O Brasil precisa de pessoas como o capitão Nascimento?
Antonio Funari Filho: Não, absolutamente não precisa disso. O que se precisa são de pessoas inteligentes e equilibradas. O capitão Nascimento é uma pessoa desequilibrada. Se algo semelhante ao Bope do filme funcionasse, o Rio de Janeiro seria um paraíso. O filme pode ter carregado nas cores, pois o Bope aparece como um grupo de fanáticos que se dedicam à incursão no território do grupo inimigo de forma semelhante aos grupos do Oriente Médio. Um grupo assim só se presta para a vingança, todas as ações eram motivadas pela retaliação. Da forma como é retratado, O Bope aparece como um grupo terrorista, porque aterroriza a população por meio das mortes que pratica. Mas o problema continua no local. Então, o que fazer para levar segurança às comunidades pobres?
Para garantir a segurança, é preciso a permanência do poder estatal na região com seus equipamentos sociais e a parceria da polícia com a comunidade. A presença da polícia comunitária no Jardim Ângela [bairro periférico da Zona Sul de São Paulo, tido como um dos mais violentos do mundo na década de 1990] é um exemplo disso. Se o policial age mal, está prestando um desserviço. A polícia não pode tratar a população como bandido.

Em SP, há violência policial?
Sim, existe violência policial. Embora estejam caindo, os índices de mortos pela polícia ainda estão acima do nível desejado, superiores à média internacional.

Em SP, há algum grupo policial como o Bope?
Não. O que existe são grupos de choque, mas são diferentes. A tropa de choque é treinada para ocasiões especiais, que requeiram ação forte da polícia para garantir a ordem. Esse tipo de ação deve ser uma ação de inteligência: não se pode provocar a morte da população, nem a morte covarde de ninguém, mesmo que seja de um criminoso. A ação policial tem de ter um método: ocupar um lugar para pôr ordem com o máximo de respeito à vida das pessoas. Nem sempre isso acontece. A tropa de choque tem um índice de letalidade de ação maior que a da PM normal, o que mostra que possivelmente está havendo excessos.

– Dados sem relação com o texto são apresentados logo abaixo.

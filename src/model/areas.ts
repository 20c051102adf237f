/** Areas and openings of a level: their outlines, and apart from them their loads. */
import { formula, type Sym, sym } from '../base/formula.ts'
import { all, type Result, together } from '../base/ledger.ts'
import { bad, good } from '../base/outcome.ts'
import type { Span } from '../base/span.ts'
import type { Unit } from '../base/unit.ts'
import type { Value } from '../base/value.ts'
import { texAbout, work } from '../base/work.ts'
import type { Block } from '../read/block.ts'
import { diagnose, part, type Text, trimmed } from '../read/text.ts'
import { quantity } from './cell.ts'
import { type ColumnRules, filled, type RowOf, readRows } from './columns.ts'
import { crossesItself, signedArea } from './geometry.ts'
import { type Corner, type Grid, readPoint } from './grid.ts'
import type { Scope } from './scope.ts'

export interface Area {
  readonly name: string
  /** Counter-clockwise; a rectangle starts at its lower left corner. */
  readonly outline: readonly Corner[]
  readonly rectangle: boolean
  /** The cell of its load; absent for an opening. */
  readonly load?: { readonly cell: Text; readonly unit?: Unit }
  /** A load beside it that moves with the building in part: its cell, and that of its share. */
  readonly variable?: { readonly cell: Text; readonly unit?: Unit; readonly share: Text }
  readonly note: string
  readonly span: Span
}

const OPENING = 'opening'

export const areaColumns: ColumnRules = {
  needed: ['area', 'load'],
  optional: ['from', 'to', 'outline', 'variable', 'share', 'note'],
  oneOf: [['from', 'to'], ['outline']],
}

export const readAreas = (blocks: readonly Block[], level: string, grid: Grid, scope: Scope): Result<readonly Area[]> =>
  readRows(blocks, 'area', areaColumns, (record, name) => readArea(record, name, level, grid, scope))

function readArea(record: RowOf, name: Text, level: string, grid: Grid, scope: Scope): Result<Area> {
  const load = filled(record, 'load')
  if (!load.ok) return load
  const id = `${level}.areas.${name.text}`
  const shape = record.cell('outline')
    ? readPolygon(record, id, name, grid, scope)
    : readRectangle(record, id, name, grid, scope)
  if (!shape.ok) return shape
  const unit = record.unit('load')
  const open = load.value.text.toLowerCase() === OPENING
  const variable = readVariable(record, name.text, open)
  if (!variable.ok) return variable
  return good({
    name: name.text,
    ...shape.value,
    ...(open ? {} : { load: { cell: load.value, ...(unit ? { unit } : {}) } }),
    ...(variable.value ? { variable: variable.value } : {}),
    note: record.cell('note')?.text ?? '',
    span: record.line.span,
  })
}

/** The variable load and its share go together. */
function readVariable(record: RowOf, name: string, open: boolean): Result<Area['variable']> {
  const [cell, share, unit] = [record.cell('variable'), record.cell('share'), record.unit('variable')]
  if (!cell && !share) return good(undefined)
  const lone = open ? (cell ?? share) : cell && share ? undefined : (cell ?? share)
  if (lone)
    return bad([
      diagnose(
        'error',
        'variable-incomplete',
        lone.span,
        open
          ? `${name} is an opening and carries nothing`
          : `${name} has a ${cell ? 'variable load' : 'share'} without its ${cell ? 'share' : 'variable load'}`,
        open ? 'Leave the cell empty.' : 'Fill variable and share both, as in 40 psf and 20%, or neither.',
      ),
    ])
  return good(cell && share ? { cell, share, ...(unit ? { unit } : {}) } : undefined)
}

/** A part of a plan smaller than a millimetre is two spellings of one line. */
const LEAST = 1e-3

type Shape = Pick<Area, 'outline' | 'rectangle'>

function readRectangle(record: RowOf, id: string, name: Text, grid: Grid, scope: Scope): Result<Shape> {
  const [from, to] = [filled(record, 'from'), filled(record, 'to')]
  if (!from.ok) return from
  if (!to.ok) return to
  const a = readPoint(from.value, { id, mark: '1', about: [name.text] }, grid, scope)
  const b = readPoint(to.value, { id, mark: '2', about: [name.text] }, grid, scope)
  if (!a.ok || !b.ok) return bad([...(a.ok ? [] : a.because), ...(b.ok ? [] : b.because)])
  const [left, right] = inOrder(a.value.x, b.value.x)
  const [low, high] = inOrder(a.value.y, b.value.y)
  if (right.si - left.si < LEAST || high.si - low.si < LEAST)
    return bad([
      diagnose(
        'error',
        'area-empty',
        { start: from.value.span.start, end: to.value.span.end },
        `area ${name.text} has no extent in ${right.si - left.si < LEAST ? 'x' : 'y'}`,
        'Give two opposite corners.',
      ),
    ])
  const outline = [
    { x: left, y: low },
    { x: right, y: low },
    { x: right, y: high },
    { x: left, y: high },
  ]
  return good({ outline, rectangle: true })
}

const inOrder = (a: Value, b: Value): readonly [Value, Value] => (a.si <= b.si ? [a, b] : [b, a])

function readPolygon(record: RowOf, id: string, name: Text, grid: Grid, scope: Scope): Result<Shape> {
  const cell = filled(record, 'outline')
  if (!cell.ok) return cell
  const points = pointsOf(cell.value)
  if (points.length < 3)
    return bad([
      diagnose(
        'error',
        'outline-too-short',
        cell.value.span,
        `an outline has at least three points, and this has ${points.length}`,
        'Write (0 ft, 0 ft) (20 ft, 0 ft) (20 ft, 12 ft), or A1 B1 B2.',
      ),
    ])
  const corners = all(
    points.map((point, i) => readPoint(point, { id, mark: String(i + 1), about: [name.text] }, grid, scope)),
  )
  if (!corners.ok) return corners
  const plain = corners.value.map(({ x, y }) => ({ x: x.si, y: y.si }))
  const crossing = crossesItself(plain)
  if (crossing)
    return bad([
      diagnose(
        'error',
        'outline-crosses-itself',
        cell.value.span,
        `the outline of ${name.text} crosses itself between its sides ${crossing[0] + 1} and ${crossing[1] + 1}`,
        'Give the points in order around the outline.',
      ),
    ])
  const area = signedArea(plain)
  if (Math.abs(area) < LEAST * LEAST)
    return bad([
      diagnose(
        'error',
        'area-empty',
        cell.value.span,
        `the outline of ${name.text} encloses no area`,
        'Its points lie on one line.',
      ),
    ])
  return good({ outline: area > 0 ? corners.value : [...corners.value].reverse(), rectangle: false })
}

/** Points in brackets and crossings, with spaces between. */
export function pointsOf(cell: Text): readonly Text[] {
  return [...cell.text.matchAll(/\(((?:[^()]|\([^()]*\))*)\)|[^\s(]+/g)].map(found => {
    const end = found.index + found[0].length
    return found[1] === undefined ? part(cell, found.index, end) : trimmed(part(cell, found.index + 1, end - 1))
  })
}

export const areaLoad = sym('w', 'w', 'areaLoad')
const dead = sym('w_D', 'w_D', 'areaLoad')
const variableLoad = sym('q', 'q', 'areaLoad')
export const shareOfLoad = sym('psi', '\\psi', 'share')

const withShare = formula({
  gives: areaLoad,
  body: 'w_D + psi*q',
  of: [dead, shareOfLoad, variableLoad],
  source: 'statics',
})

/** The share of a variable load by the word that stands for it, such as `snow`. */
export type ShareByWord = (
  word: Text,
  load: { readonly id: string; readonly area: string; readonly value: Value },
) => Result<Value> | undefined

/** The load of an area, read apart so that a load may rest on the plan's own size. */
export function readAreaLoad(area: Area, level: string, shareByWord: ShareByWord, scope: Scope): Result<Value> {
  const { name, load, variable, span } = area
  if (!load) throw new Error(`${name} is an opening and has no load`)
  const id = `${level}.areas.${name}`
  if (!variable) return readLoad({ ...load, id: `${id}.w`, of: areaLoad, what: 'load', name }, span, scope)
  const parts = together({
    w_D: readLoad({ ...load, id: `${id}.dead`, of: dead, what: 'load', name }, span, scope),
    q: readLoad({ ...variable, id: `${id}.variable`, of: variableLoad, what: 'variable', name }, span, scope),
  })
  if (!parts.ok) return parts
  const psi = readShare(variable.share, `${id}.share`, name, parts.value.q, shareByWord, scope)
  if (!psi.ok) return psi
  const value = work(`${id}.w`, withShare, { ...parts.value, psi: psi.value }, scope.display, [name])
  scope.stated(value, variable.share.span)
  return good(value)
}

interface LoadCell {
  readonly cell: Text
  readonly unit?: Unit
  readonly id: string
  readonly of: Sym
  readonly what: string
  readonly name: string
}

function readLoad({ cell, unit, id, of, what, name }: LoadCell, span: Span, scope: Scope): Result<Value> {
  const value = quantity(cell, { id, what, sym: of, tex: texAbout(of.tex, name), ...(unit ? { unit } : {}) }, scope)
  if (value.ok && value.value.si < 0)
    return bad([
      diagnose(
        'error',
        'load-below-zero',
        cell.span,
        `the ${what === 'load' ? 'load' : 'variable load'} of ${name} is below zero`,
        'Weights are positive. A part that is cut out is an opening.',
        { also: [{ span, text: '' }] },
      ),
    ])
  return value
}

function readShare(
  cell: Text,
  id: string,
  name: string,
  load: Value,
  shareByWord: ShareByWord,
  scope: Scope,
): Result<Value> {
  const byWord = shareByWord(cell, { id, area: name, value: load })
  if (byWord) {
    if (byWord.ok) scope.stated(byWord.value, cell.span)
    return byWord
  }
  const value = quantity(cell, { id, what: 'share', sym: shareOfLoad, tex: texAbout(shareOfLoad.tex, name) }, scope)
  if (!value.ok || (value.value.si >= 0 && value.value.si <= 1)) return value
  return bad([
    diagnose(
      'error',
      'share-out-of-range',
      cell.span,
      `share is ${cell.text}; it lies between 0% and 100%`,
      'Write a percentage, or the word snow, storage or live, for which the standard has a share.',
    ),
  ])
}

Quais as outras alternativas contra o crime?
Segurança pública não é responsabilidade só da polícia. O artigo 144 da Constituição diz que é dever do Estado, direito e obrigação de todos. É preciso haver envolvimento dos três poderes: Executivo, Legislativo e Judiciário. O Judiciário pode contribuir muito, funcionando 24 horas por dia. O Legislativo pode contribuir despenalizando os crimes que podem ser punidos sem prisão – quando se criminaliza o usuário de drogas, por exemplo, joga-se ele para o outro lado [o dos bandidos]. E o Executivo pode ajudar na segurança investindo na educação e na formação de crianças. Ao contrário do que se pensa, não é um investimento de longo prazo. É algo que duraria cerca de 13 anos, o tempo de formação de uma criança

Nesse contexto, qual deve ser o papel da polícia?
É necessário que haja polícia eficiente e que combata o crime, com equipamento para não apenas desligar a bandidagem, mas para organizar e abrir espaço para a entrada do Estado. Inicialmente, é preciso retomar esses lugares ocupados pelos bandidos, e para isso precisa-se da tropa de choque e de inteligência.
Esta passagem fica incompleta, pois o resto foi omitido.